View Single Post 2018-03-06, 14:44   #18
Dr Sardonicus

Feb 2017
Nowhere

3·1,481 Posts Quote:
 Originally Posted by JM Montolio A I think axiomatic definition for M() is enough
Pfui. In this post, I listed 20 primes p less than 200 for which your "definition" of M(p) was ambiguous. They could be any value divisible by the multiplicative order of 2 (mod p), and dividing p-1.

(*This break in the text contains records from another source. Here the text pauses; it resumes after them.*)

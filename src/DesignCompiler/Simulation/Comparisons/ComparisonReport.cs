using DesignCompiler.Simulation.Accumulators;
using DesignCompiler.Simulation.Reports;

namespace DesignCompiler.Simulation.Comparisons;

/// <summary>Two designs' reports on the scenarios they share, with paired differences.</summary>
public sealed record ComparisonReport(
    SimulationSetup A,
    SimulationSetup B,
    IReadOnlyList<ComparedScenario> Scenarios,
    IReadOnlyList<string> Notes,
    bool CutShort)
{
    public long Finished => Scenarios.Count == 0 ? 0 : Scenarios.Min(s => s.A.Replications);

    public static ComparisonReport Build(ComparisonResult result)
    {
        var scenarios = result.A.Scenarios.Select((s, i) => Compare(
            ReportBuilder.Scenario(result.A, s, result.SummariesA[i]),
            ReportBuilder.Scenario(result.B, result.B.Scenarios[i], result.SummariesB[i]),
            result.Differences[i])).ToList();
        return new ComparisonReport(result.A, result.B, scenarios, result.Notes, result.CutShort);
    }

    /// <summary>One scenario's two reports side by side with the paired differences B − A.</summary>
    public static ComparedScenario Compare(ScenarioReport a, ScenarioReport b, PairedAccumulator differences)
    {
        var figures = Enum.GetValues<ComparedFigure>().Select(f =>
            new FigureComparison(f, Pick(a, f), Pick(b, f), differences.Difference(f).Estimate())).ToList();
        return new ComparedScenario(a.Scenario.Name, a, b, figures);
    }

    private static Estimate Pick(ScenarioReport report, ComparedFigure figure) => figure switch
    {
        ComparedFigure.Regret => report.Regret,
        ComparedFigure.NonBestPlots => report.NonBestPlots,
        ComparedFigure.PlotsSown => report.PlotsSown,
        ComparedFigure.RoundsRun => report.RoundsRun,
        ComparedFigure.CorrectSelection => report.CorrectSelection,
        ComparedFigure.WithinMargin => report.WithinMargin,
        _ => report.DeclaredWinner,
    };
}

/// <summary>One scenario of a comparison: each design's report and the paired figure differences.</summary>
public sealed record ComparedScenario(string Name, ScenarioReport A, ScenarioReport B, IReadOnlyList<FigureComparison> Figures);

/// <summary>
/// A figure for A and B and the mean paired difference B − A with its standard error. The
/// difference is clear when its 95 % interval (mean ± 1.96 SE) excludes zero.
/// </summary>
public sealed record FigureComparison(ComparedFigure Figure, Estimate A, Estimate B, Estimate Difference)
{
    public bool IsClear => Difference.StandardError >= 0 && (Difference.Lower95 > 0 || Difference.Upper95 < 0);
}
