using DesignCompiler.Diagnostics;

namespace DesignCompiler.Ledger;

/// <summary>What a ledger operation gave, or why it gave nothing. Problems are data, as everywhere in trialc.</summary>
public sealed record LedgerResult<T>(T? Value, IReadOnlyList<Diagnostic> Diagnostics)
{
    public bool HasErrors => Diagnostics.Any(d => d.Severity == Severity.Error);

    public static LedgerResult<T> Ok(T value, IReadOnlyList<Diagnostic>? warnings = null) => new(value, warnings ?? []);

    public static LedgerResult<T> Fail(params Diagnostic[] diagnostics) => new(default, diagnostics);

    public static LedgerResult<T> Fail(IReadOnlyList<Diagnostic> diagnostics) => new(default, diagnostics);
}
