using DesignCompiler.Binding;

namespace DesignCompiler.Simulation.Comparisons;

/// <summary>A scenario of design A and the scenario of design B it is compared with.</summary>
public sealed record ScenarioPair(ScenarioSpec A, ScenarioSpec B);

/// <summary>
/// Which scenarios two designs are compared on: scenarios with fixed values that have the same
/// name in both, and the <c>from prior</c> scenarios when both designs have one and their
/// priors are identical (otherwise the worlds would differ, and so would any difference).
/// Everything left out is said in <see cref="Notes"/>.
/// </summary>
public sealed record ScenarioMatching(IReadOnlyList<ScenarioPair> Pairs, IReadOnlyList<string> Notes)
{
    public static ScenarioMatching Of(CheckedDesign a, CheckedDesign b)
    {
        var pairs = new List<ScenarioPair>();
        var notes = new List<string>();
        var priorA = a.Scenarios.FirstOrDefault(s => s.FromPrior);
        var priorB = b.Scenarios.FirstOrDefault(s => s.FromPrior);

        foreach (var scenario in a.Scenarios.Where(s => !s.FromPrior))
        {
            var other = b.Scenarios.FirstOrDefault(s => s.Name == scenario.Name);
            if (other is null) notes.Add($"scenario '{scenario.Name}' is only in design A; not compared");
            else if (other.FromPrior) notes.Add($"scenario '{scenario.Name}' has fixed values in design A but is 'from prior' in design B; not compared");
            else
            {
                pairs.Add(new ScenarioPair(scenario, other));
                var difference = ValueDifference(a, scenario, b, other);
                if (difference is not null) notes.Add($"scenario '{scenario.Name}': {difference}");
            }
        }
        foreach (var scenario in b.Scenarios.Where(s => !s.FromPrior && a.Scenarios.All(x => x.Name != s.Name)))
            notes.Add($"scenario '{scenario.Name}' is only in design B; not compared");

        if (priorA is not null && priorB is not null)
        {
            var mismatch = PriorMismatch(a, b);
            if (mismatch is null) pairs.Add(new ScenarioPair(priorA, priorB));
            else notes.Add($"'from prior' is not compared: the designs' priors differ ({mismatch})");
        }
        else if (priorA is not null || priorB is not null)
            notes.Add($"'from prior' is not compared: only design {(priorA is not null ? "A" : "B")} has such a scenario");

        return new ScenarioMatching(pairs, notes);
    }

    /// <summary>Why the priors differ, or null when both designs draw the same worlds from them.</summary>
    public static string? PriorMismatch(CheckedDesign a, CheckedDesign b)
    {
        if (a.Outcome.FamilyText != b.Outcome.FamilyText) return $"outcome {a.Outcome.FamilyText} against {b.Outcome.FamilyText}";
        if (a.Outcome.NoiseSd != b.Outcome.NoiseSd) return "different known noise";
        if (a.Arms.Count != b.Arms.Count) return $"{a.Arms.Count} arms against {b.Arms.Count}";
        for (var i = 0; i < a.Arms.Count; i++)
        {
            var (x, y) = (a.Arms[i], b.Arms[i]);
            if (x.Code != y.Code) return $"arm {i + 1} is {x.Code} in A and {y.Code} in B";
            if (PriorText(x.Prior) != PriorText(y.Prior)) return $"arm {x.Code}: {PriorText(x.Prior)} against {PriorText(y.Prior)}";
        }
        return null;
    }

    private static string PriorText(PriorSpec prior) => prior switch
    {
        NormalPriorSpec n => n.Describe() + FormattableString.Invariant($" noise {n.NoiseGuess?.ToString("R") ?? "-"} worth {n.Worth?.ToString("R") ?? "-"}"),
        _ => prior.Describe(),
    };

    private static string? ValueDifference(CheckedDesign a, ScenarioSpec sa, CheckedDesign b, ScenarioSpec sb)
    {
        foreach (var arm in a.Arms)
        {
            if (b.FindArm(arm.Code) is not { } other) continue;
            var (x, y) = (sa.TrueMeans[arm.Index], sb.TrueMeans[other.Index]);
            if (x != y) return FormattableString.Invariant($"arm {arm.Code} has true mean {x} in design A and {y} in design B");
        }
        return sa.NoiseSd != sb.NoiseSd ? "the designs give it different noise" : null;
    }
}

I repost the values here for ease of reference:
Quote:
 For p = 17, the possible values of M(p) are 8 times k for k in [1, 2]. For p = 23, the possible values of M(p) are 11 times k for k in [1, 2]. For p = 41, the possible values of M(p) are 20 times k for k in [1, 2]. For p = 43, the possible values of M(p) are 14 times k for k in [1, 3]. For p = 47, the possible values of M(p) are 23 times k for k in [1, 2]. For p = 71, the possible values of M(p) are 35 times k for k in [1, 2]. For p = 73, the possible values of M(p) are 9 times k for k in [1, 2, 4, 8]. For p = 79, the possible values of M(p) are 39 times k for k in [1, 2]. For p = 89, the possible values of M(p) are 11 times k for k in [1, 2, 4, 8]. For p = 97, the possible values of M(p) are 48 times k for k in [1, 2]. For p = 103, the possible values of M(p) are 51 times k for k in [1, 2]. For p = 109, the possible values of M(p) are 36 times k for k in [1, 3]. For p = 113, the possible values of M(p) are 28 times k for k in [1, 2, 4]. For p = 137, the possible values of M(p) are 68 times k for k in [1, 2]. For p = 151, the possible values of M(p) are 15 times k for k in [1, 2, 5, 10]. For p = 157, the possible values of M(p) are 52 times k for k in [1, 3]. For p = 167, the possible values of M(p) are 83 times k for k in [1, 2]. For p = 191, the possible values of M(p) are 95 times k for k in [1, 2]. For p = 193, the possible values of M(p) are 96 times k for k in [1, 2]. For p = 199, the possible values of M(p) are 99 times k for k in [1, 2].
So far, you have failed to resolve the ambiguity in any of them, let alone explain how this may be done.

I'm not a programmer. But from my limited experience with computer programs, being able to explain the algorithm is easier than -- indeed, a prerequisite for -- writing the program.